## Records for this exercise

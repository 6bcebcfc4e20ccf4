"""Replicas of a design: mocks simulated like the data and fitted exactly like the data.

Shared by injection-recovery campaigns (`cosmogrow.campaigns.runner`) and the null tests / challenge of a
claimed k. Three verbs:

- `design_truth`: a truth table (the model's parameter names, DEVELOPERS.md) from a fit's MAP, with k replaced;
- `draw_replica` / `draw_simulated`: one mock catalogue of the data's own design (resample-hosts
  mode, the data's selections and cosmology) or of a simulator configuration;
- `fit_replica`: the fit of one mock, fast (MAP + Laplace) or by MCMC, reduced to the facts about k.

Nothing here loops over replicas, prints or writes files.
"""

import numpy as np
from scipy import stats

from ..simulation import population as simulate
from ..config import load_toml
from ..errors import ConfigError
from ..inference.laplace import gradient, laplace, start_walkers
from ..inference.fit import FitData, build_model
from ..inference.importance import importance_posterior
from ..outputs import sha256_file
from ..inference.mcmc import default_walkers, run_ensemble
from ..seeding import make_rng
from ..simulation.plan import parse_sim_config

#: Estimators of the null tests and the challenge; campaigns also offer "importance".
MODES = ("fast", "mcmc")
CAMPAIGN_MODES = ("fast", "importance", "mcmc")
#: Step cap of one MCMC fit in a campaign (the run configuration's cap is for the real data, where
#: one fit may take minutes; a campaign fits thousands). A capped chain is flagged converged=False.
CAMPAIGN_MAX_STEPS = 3000
_Z68 = stats.norm.ppf(0.84)
_Z95 = stats.norm.ppf(0.975)


def design_truth(model, theta_map, k):
    """Truth table of a design: the fitted parameters at `theta_map` with k replaced.

    Parameters
    ----------
    model : model.CoupledGrowthModel, the fitted model (gives names and fixed options)
    theta_map : array_like, shape (model.ndim,), e.g. the MAP of the data
    k : float, injected coupling exponent

    Returns
    -------
    dict with k, alpha (log10 Msun), beta, sigma_int (dex; a dict per sample when the scatter is
    per sample), delta (dict method -> offset in dex, the zero-point method 0), gamma, s_pivot
    (log10 Msun), z_ref, and f_out / sigma_out when the model has outliers.
    """
    values = dict(zip(model.names, np.asarray(theta_map, dtype=float).tolist()))
    design = model.design
    if "sigma_int" in values:
        sigma_int = values["sigma_int"]
    else:
        sigma_int = {name: values[f"sigma_int[{name}]"] for name in design.scatter_names}
    delta = {design.method_names[0]: 0.0}
    delta.update({name: values[f"delta[{name}]"] for name in design.method_names[1:]})
    truth = {"k": float(k), "alpha": values["alpha"], "beta": values.get("beta", 1.0),
             "sigma_int": sigma_int, "delta": delta, "gamma": float(model.gamma),
             "s_pivot": float(model.options.log_mstar_pivot), "z_ref": float(model.options.z_ref)}
    if "f_out" in values:
        truth.update(f_out=values["f_out"], sigma_out=values["sigma_out"])
    if getattr(model, "host_priors", None):
        truth["host_priors"] = {name: list(prior) for name, prior in model.host_priors.items()}
    return truth


def apply_overrides(truth, overrides):
    """A copy of `truth` with user overrides (a [truth] table); dict entries are merged.

    Raises ConfigError for a name the truth table does not have.
    """
    out = {key: (dict(value) if isinstance(value, dict) else value) for key, value in truth.items()}
    for key, value in (overrides or {}).items():
        if key not in out:
            raise ConfigError(f"truth.{key}: unknown parameter; expected one of {', '.join(out)}")
        if isinstance(out[key], dict) and isinstance(value, dict):
            unknown = sorted(set(value) - set(out[key]))
            if unknown and out[key]:  # an empty table (no offsets given) accepts any name
                raise ConfigError(f"truth.{key}.{unknown[0]}: unknown name; expected one of "
                                  f"{', '.join(out[key])}")
            out[key].update(value)
        elif isinstance(out[key], dict):
            out[key] = {name: value for name in out[key]}
        else:
            out[key] = value
    return out


def draw_replica(config, data, truth, seed):
    """One mock of the data's own design: hosts, redshifts, methods and errors kept, masses redrawn.

    Parameters
    ----------
    config : config.RunConfig of the data; its model.host_errors says how the true hosts behind
        the observed ones are drawn (as the fit's likelihood assumes them)
    data : fit.FitData, the real data (catalogue, selections per sample, cosmology)
    truth : dict, a truth table (see `design_truth`)
    seed : int or SeedSequence

    Returns
    -------
    catalog.Catalog
    """
    return simulate.resample_hosts(data.catalog, truth, data.selections, data.cosmology, seed=seed,
                                   host_errors=config.model.host_errors)


def draw_simulated(sim_config, truth, seed):
    """One mock of a simulator configuration with its [truth] table replaced by `truth`.

    Parameters
    ----------
    sim_config : dict, a parsed simulator configuration (see `cosmogrow.simulation.plan`)
    truth : dict, the truth table to simulate (e.g. the configuration's with k replaced)
    seed : int or SeedSequence

    Returns
    -------
    catalog.Catalog
    """
    return simulate.simulate_population({**sim_config, "truth": truth}, seed=seed).catalog


def simulation_design(path):
    """A simulator configuration file as a design: (raw config, FitData, truth table).

    The FitData has no rows (``catalog=None``): only the samples' selections and the cosmology,
    which is what fitting a mock needs. Raises ConfigError for a bad configuration.
    """
    raw = load_toml(path)
    parsed = parse_sim_config(raw)
    selections = {spec.name: list(spec.selection) for spec in parsed.samples}
    data = FitData(catalog=None, files=[{"path": str(path), "sha256": sha256_file(path)}],
                   selections=selections, cosmology=parsed.cosmology)
    return raw, data, parsed.truth.to_dict()


def replica_data(data, catalog):
    """FitData of a mock: the mock's rows with the design's selections and cosmology."""
    return FitData(catalog=catalog, files=[], selections=data.selections, cosmology=data.cosmology)


def fit_replica(config, data, catalog, *, mode="fast", selection_aware=True, seed=None,
                max_steps=CAMPAIGN_MAX_STEPS, n_draws=0):
    """Fit one mock exactly like the data and reduce the result to k.

    Parameters
    ----------
    config : config.RunConfig, the run's model, priors and sampler options
    data : fit.FitData, the design (its selections and cosmology are used; its rows are not)
    catalog : catalog.Catalog, the mock
    mode : "fast" (MAP + Laplace), "importance" (MAP + Laplace importance-sampled to the exact
        posterior when a selection is modelled, a short chain when that fails: see
        `fast_estimate`) or "mcmc" (emcee ensemble as in `cosmogrow fit`)
    selection_aware : bool, model the declared selection (False: the plain likelihood)
    seed : int or SeedSequence, seeds the walkers, the sampler and the draws
    max_steps : int, step cap of the MCMC (mode "mcmc"); the run's autocorr_factor still applies
    n_draws : int, number of posterior draws of k to return (for simulation-based calibration):
        Laplace Gaussian draws, importance-weighted resamples, or evenly spaced chain draws

    Returns
    -------
    dict: k (MAP on the "laplace" path, else the posterior median), k_std, interval68, interval95
    (lists [low, high]), converged (bool), tau_max and n_steps (NaN and 0 without a chain), path
    (which estimator ran: "laplace", "importance", "short chain" or "mcmc"), ess_fraction (of the
    importance weights, NaN otherwise) and k_draws (ndarray) when n_draws > 0.
    """
    if mode not in CAMPAIGN_MODES:
        raise ConfigError(f"estimator.mode: expected one of {', '.join(CAMPAIGN_MODES)}, got {mode!r}")
    model = build_model(config, data, selection_aware=selection_aware, catalog=catalog)
    walker_seed, sampler_seed, draw_seed = _children(seed, 3)
    approx = laplace(model)
    i = model.index_k
    if mode != "mcmc":
        out = fast_estimate(model, approx, make_rng(walker_seed), make_rng(draw_seed), n_draws,
                            correct=mode == "importance")
        if out is not None:
            return out
    path = "mcmc" if mode == "mcmc" else "short chain"
    n_walkers = default_walkers(model.ndim, config.sampler.walkers)
    start = start_walkers(model, approx, n_walkers, make_rng(walker_seed))
    chain = run_ensemble(model.log_prob, start, max_steps=int(max_steps),
                         autocorr_factor=config.sampler.autocorr_factor,
                         check_every=config.sampler.check_every, seed=sampler_seed)
    k = chain.samples[:, i]
    q = np.percentile(k, [2.5, 16, 50, 84, 97.5])
    out = {"k": float(q[2]), "k_std": float(np.std(k, ddof=1)),
           "interval68": [float(q[1]), float(q[3])], "interval95": [float(q[0]), float(q[4])],
           "converged": bool(chain.converged), "tau_max": float(chain.tau_max),
           "n_steps": int(chain.n_steps), "path": path, "ess_fraction": float("nan")}
    if n_draws:
        # evenly spaced over the (step-major) flat chain, i.e. spread over the whole run
        out["k_draws"] = k[np.linspace(0, len(k) - 1, int(n_draws)).round().astype(int)]
    return out


def fast_estimate(model, approx, rng, draw_rng, n_draws=0, correct=False):
    """The fast estimator's result, or None when it needs a short chain instead.

    MAP and Laplace interval (path "laplace"), unless `correct` and a selection is modelled: then
    the Laplace approximation proposes and importance sampling corrects it to the exact posterior
    (path "importance": weighted posterior median and quantiles of k, as MCMC mode reports them);
    None when the importance weights degenerate (inference.importance.MIN_ESS_FRACTION).
    """
    i = model.index_k
    if not correct or model.selection is None:
        k_map, k_std = float(approx.theta[i]), float(approx.std[i])
        out = {"k": k_map, "k_std": k_std,
               "interval68": [k_map - _Z68 * k_std, k_map + _Z68 * k_std],
               "interval95": [k_map - _Z95 * k_std, k_map + _Z95 * k_std],
               "converged": laplace_is_sound(model, approx), "tau_max": float("nan"), "n_steps": 0,
               "path": "laplace", "ess_fraction": float("nan")}
        if n_draws:
            out["k_draws"] = draw_rng.normal(k_map, k_std, int(n_draws))
        return out
    weighted = importance_posterior(model, approx, rng)
    if not weighted.adequate:
        return None
    q = weighted.quantiles(i)
    out = {"k": float(q[2]), "k_std": weighted.std(i), "interval68": [float(q[1]), float(q[3])],
           "interval95": [float(q[0]), float(q[4])], "converged": laplace_is_sound(model, approx),
           "tau_max": float("nan"), "n_steps": 0, "path": "importance",
           "ess_fraction": weighted.ess_fraction}
    if n_draws:
        out["k_draws"] = weighted.resample(i, int(n_draws), draw_rng)
    return out


def laplace_is_sound(model, approx, tolerance=0.01):
    """Whether a MAP + Laplace result can be trusted: minus the Hessian is positive definite and
    the Newton step from the MAP is below `tolerance` posterior standard deviations in every
    parameter. (L-BFGS-B's own flag is not used: it often reports an abnormal line-search end
    exactly at the optimum, where a Nelder-Mead polish moves no parameter by 1e-7.)"""
    curvature = -np.asarray(approx.hessian)
    if not np.all(np.isfinite(curvature)) or np.any(np.linalg.eigvalsh(curvature) <= 0):
        return False
    step = np.linalg.solve(curvature, gradient(model, approx.theta))
    return bool(np.all(np.abs(step) < tolerance * approx.std))


def _children(seed, n):
    """n child SeedSequences of `seed` that do not depend on (or change) its spawn counter."""
    parent = seed if isinstance(seed, np.random.SeedSequence) else np.random.SeedSequence(seed)
    return [np.random.SeedSequence(parent.entropy, spawn_key=parent.spawn_key + (j,))
            for j in range(n)]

## What you will do
Look above for the line with "config : config.RunConfig, the" and the line with "n_draws : int, number", and reproduce exactly those two lines plus every line between, nothing more.

## The completed task
    config : config.RunConfig, the run's model, priors and sampler options
    data : fit.FitData, the design (its selections and cosmology are used; its rows are not)
    catalog : catalog.Catalog, the mock
    mode : "fast" (MAP + Laplace), "importance" (MAP + Laplace importance-sampled to the exact
        posterior when a selection is modelled, a short chain when that fails: see
        `fast_estimate`) or "mcmc" (emcee ensemble as in `cosmogrow fit`)
    selection_aware : bool, model the declared selection (False: the plain likelihood)
    seed : int or SeedSequence, seeds the walkers, the sampler and the draws
    max_steps : int, step cap of the MCMC (mode "mcmc"); the run's autocorr_factor still applies
    n_draws : int, number of posterior draws of k to return (for simulation-based calibration):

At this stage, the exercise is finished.